- _EXERCISE DESCRIPTION_: Locate each line with the string "args" in the listing below and copy it.

——

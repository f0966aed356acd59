//! The `latens` binary end to end: exit codes, files written, messages.

use std::path::PathBuf;
use std::process::Command;

fn latens() -> Command {
    Command::new(env!("CARGO_BIN_EXE_latens"))
}

fn temp_dir(name: &str) -> PathBuf {
    let d = std::env::temp_dir().join(format!("latens-cli-{name}-{}", std::process::id()));
    let _ = std::fs::remove_dir_all(&d);
    d
}

#[test]
fn version_and_help_exit_zero() {
    let out = latens().arg("--version").output().unwrap();
    assert!(out.status.success());
    assert!(String::from_utf8_lossy(&out.stdout).starts_with("latens "));
    let out = latens().arg("--help").output().unwrap();
    assert!(out.status.success());
    assert!(String::from_utf8_lossy(&out.stdout).contains("demo"));
}

#[test]
fn bad_arguments_exit_two() {
    let out = latens().arg("no-such-command").output().unwrap();
    assert_eq!(out.status.code(), Some(2));
    let out = latens().output().unwrap();
    assert_eq!(out.status.code(), Some(2));
    // Options are checked before any work: a --resume directory without a
    // checkpoint is refused before the observations are even read.
    let missing = std::env::temp_dir().join(format!("latens-no-checkpoint-{}", std::process::id()));
    let out = latens().args(["infer", "--obs", "no-such-file.csv", "--resume"]).arg(&missing).output().unwrap();
    assert_eq!(out.status.code(), Some(2));
    let stderr = String::from_utf8_lossy(&out.stderr);
    assert!(stderr.contains("--resume") && stderr.contains("no checkpoint.json"), "{stderr}");
    let out = latens().args(["infer", "--obs", "no-such-file.csv", "--truth", "Cargo.toml"]).output().unwrap();
    assert_eq!(out.status.code(), Some(2));
    assert!(String::from_utf8_lossy(&out.stderr).contains("--truth"), "{}", String::from_utf8_lossy(&out.stderr));
    for (option, value) in [
        ("--exclude-dates", "2015-01-01"),
        ("--exclude-dates", "2016-01-01..2015-01-01"),
        ("--near-ecliptic", "0"),
        ("--near-ecliptic", "95"),
    ] {
        let out = latens().args(["infer", "--obs", "no-such-file.csv", option, value]).output().unwrap();
        assert_eq!(out.status.code(), Some(2));
        assert!(String::from_utf8_lossy(&out.stderr).contains(option), "{}", String::from_utf8_lossy(&out.stderr));
    }
    let out =
        latens().args(["residuals", "--obs", "no-such-file.csv", "--start-orbit", "Cargo.toml"]).output().unwrap();
    assert_eq!(out.status.code(), Some(2));
    assert!(String::from_utf8_lossy(&out.stderr).contains("Cargo.toml"), "{}", String::from_utf8_lossy(&out.stderr));
    let out = latens().args(["residuals", "--threads", "0", "--obs", "no-such-file.csv"]).output().unwrap();
    assert_eq!(out.status.code(), Some(2));
    assert!(String::from_utf8_lossy(&out.stderr).contains("--threads must be at least 1"));
}

#[test]
fn demo_writes_its_track_and_says_what_it_did() {
    let (dir, stdout) = shared_demo();
    assert!(stdout.contains("Files written") && stdout.contains("In short:"), "{stdout}");
    // The demo's hidden planet lies in the search region it reports.
    assert!(stdout.contains("inside the 50% region") || stdout.contains("inside the 90% region"), "{stdout}");
    let truth: serde_json::Value =
        serde_json::from_str(&std::fs::read_to_string(dir.join("truth.json")).unwrap()).unwrap();
    assert_eq!(truth["perturber"]["name"], "Orla");
    assert!(stdout.contains("NOT consistent with noise") && stdout.contains("Verdict: detected"), "{stdout}");
    let track = std::fs::read_to_string(dir.join("track.csv")).unwrap();
    let lines: Vec<&str> = track.lines().collect();
    assert_eq!(
        lines[0],
        "epoch_utc,t_tdb_days,ra_deg,dec_deg,heliocentric_distance_au,geocentric_distance_au,solar_elongation_deg,planetary_shift_arcsec"
    );
    assert_eq!(lines.len(), 1 + 241);
    // Every row is complete and every number finite; RA and Dec in range.
    for line in &lines[1..] {
        let f: Vec<&str> = line.split(',').collect();
        assert_eq!(f.len(), 8);
        let nums: Vec<f64> = f[1..].iter().map(|x| x.parse().unwrap()).collect();
        assert!(nums.iter().all(|x| x.is_finite()));
        assert!((0.0..360.0).contains(&nums[1]) && (-90.0..=90.0).contains(&nums[2]));
        // The invented body stays near its perihelion-aphelion range (the
        // planets perturb the osculating orbit by well under 1%).
        assert!(nums[3] > 44.0 * 0.87 && nums[3] < 44.0 * 1.13);
        // The giant planets' shift over a decade either side is arcseconds,
        // not degrees, and zero only at the reference epoch.
        assert!((0.0..600.0).contains(&nums[6]));
    }
    // Every product is there and no temporary file is left behind.
    let mut names: Vec<String> =
        std::fs::read_dir(dir).unwrap().map(|e| e.unwrap().file_name().to_string_lossy().into_owned()).collect();
    names.sort();
    assert_eq!(
        names,
        [
            "observations.csv",
            "outputs.json",
            "population",
            "residuals",
            "search",
            "sensitivity",
            "sites.csv",
            "track.csv",
            "truth.json"
        ]
    );
    // outputs.json lists every file the demo wrote (it wrote into a fresh
    // directory), each once, with what it is and its format.
    let index: serde_json::Value =
        serde_json::from_str(&std::fs::read_to_string(dir.join("outputs.json")).unwrap()).unwrap();
    assert_eq!(index["schema_version"], 1);
    let runs = index["runs"].as_array().unwrap();
    assert_eq!(runs.len(), 1);
    assert_eq!(runs[0]["command"], "demo");
    let mut listed: Vec<String> =
        runs[0]["files"].as_array().unwrap().iter().map(|f| f["file"].as_str().unwrap().to_string()).collect();
    for f in runs[0]["files"].as_array().unwrap() {
        assert!(!f["what"].as_str().unwrap().is_empty() && !f["format"].as_str().unwrap().is_empty(), "{f}");
    }
    listed.sort();
    let mut on_disk = Vec::new();
    let mut stack = vec![dir.to_path_buf()];
    while let Some(d) = stack.pop() {
        for e in std::fs::read_dir(&d).unwrap() {
            let p = e.unwrap().path();
            if p.is_dir() {
                stack.push(p);
            } else {
                on_disk.push(p.strip_prefix(dir).unwrap().to_string_lossy().replace('\\', "/"));
            }
        }
    }
    on_disk.retain(|f| f != "outputs.json");
    on_disk.sort();
    assert_eq!(listed, on_disk, "outputs.json must list exactly the files written");
    // The joint section: twelve bodies' files and a joint study of them.
    assert_eq!(std::fs::read_dir(dir.join("population/bodies")).unwrap().count(), 12);
    let joint: serde_json::Value =
        serde_json::from_str(&std::fs::read_to_string(dir.join("population/search/summary.json")).unwrap()).unwrap();
    assert_eq!(joint["study"], "joint");
    assert_eq!(joint["bodies"].as_array().unwrap().len(), 12);
    assert!(stdout.contains("Twelve bodies together: detected jointly"), "{stdout}");
    assert!(dir.join("sensitivity/sensitivity.png").exists());
    let search: serde_json::Value =
        serde_json::from_str(&std::fs::read_to_string(dir.join("search/summary.json")).unwrap()).unwrap();
    assert_eq!(search["detection"]["detected"], serde_json::Value::Bool(true));
    let mut products: Vec<String> = std::fs::read_dir(dir.join("residuals"))
        .unwrap()
        .map(|e| e.unwrap().file_name().to_string_lossy().into_owned())
        .collect();
    products.sort();
    assert_eq!(products, ["fit.json", "residuals.csv", "residuals.png", "residuals.svg"]);
    // The survey carries the pull of the invented hidden planet, which the
    // reference orbit cannot absorb: chi2/dof well above 1 (1.36 measured).
    let fit: serde_json::Value =
        serde_json::from_str(&std::fs::read_to_string(dir.join("residuals/fit.json")).unwrap()).unwrap();
    let per_dof = fit["chi2_per_dof"].as_f64().unwrap();
    assert!(per_dof > 1.2, "chi2/dof {per_dof}");
    assert!(fit["orbit"]["frame"].as_str().unwrap().contains("ecliptic J2000"));
}

#[test]
fn unwritable_output_is_an_error_naming_the_path() {
    // A regular file where the output directory should be.
    let dir = temp_dir("blocked");
    std::fs::create_dir_all(&dir).unwrap();
    let blocker = dir.join("file");
    std::fs::write(&blocker, b"x").unwrap();
    let out = latens().args(["demo", "--out"]).arg(blocker.join("sub")).output().unwrap();
    assert_eq!(out.status.code(), Some(1));
    let stderr = String::from_utf8_lossy(&out.stderr);
    assert!(stderr.contains("latens: error") && stderr.contains("sub"), "{stderr}");
    std::fs::remove_dir_all(&dir).unwrap();
}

——

- _EXERCISE RESULT_:
    let out = latens().args(["infer", "--obs", "no-such-file.csv", "--resume"]).arg(&missing).output().unwrap();
    let out = latens().args(["infer", "--obs", "no-such-file.csv", "--truth", "Cargo.toml"]).output().unwrap();
        let out = latens().args(["infer", "--obs", "no-such-file.csv", option, value]).output().unwrap();
        latens().args(["residuals", "--obs", "no-such-file.csv", "--start-orbit", "Cargo.toml"]).output().unwrap();
    let out = latens().args(["residuals", "--threads", "0", "--obs", "no-such-file.csv"]).output().unwrap();
    let out = latens().args(["demo", "--out"]).arg(blocker.join("sub")).output().unwrap();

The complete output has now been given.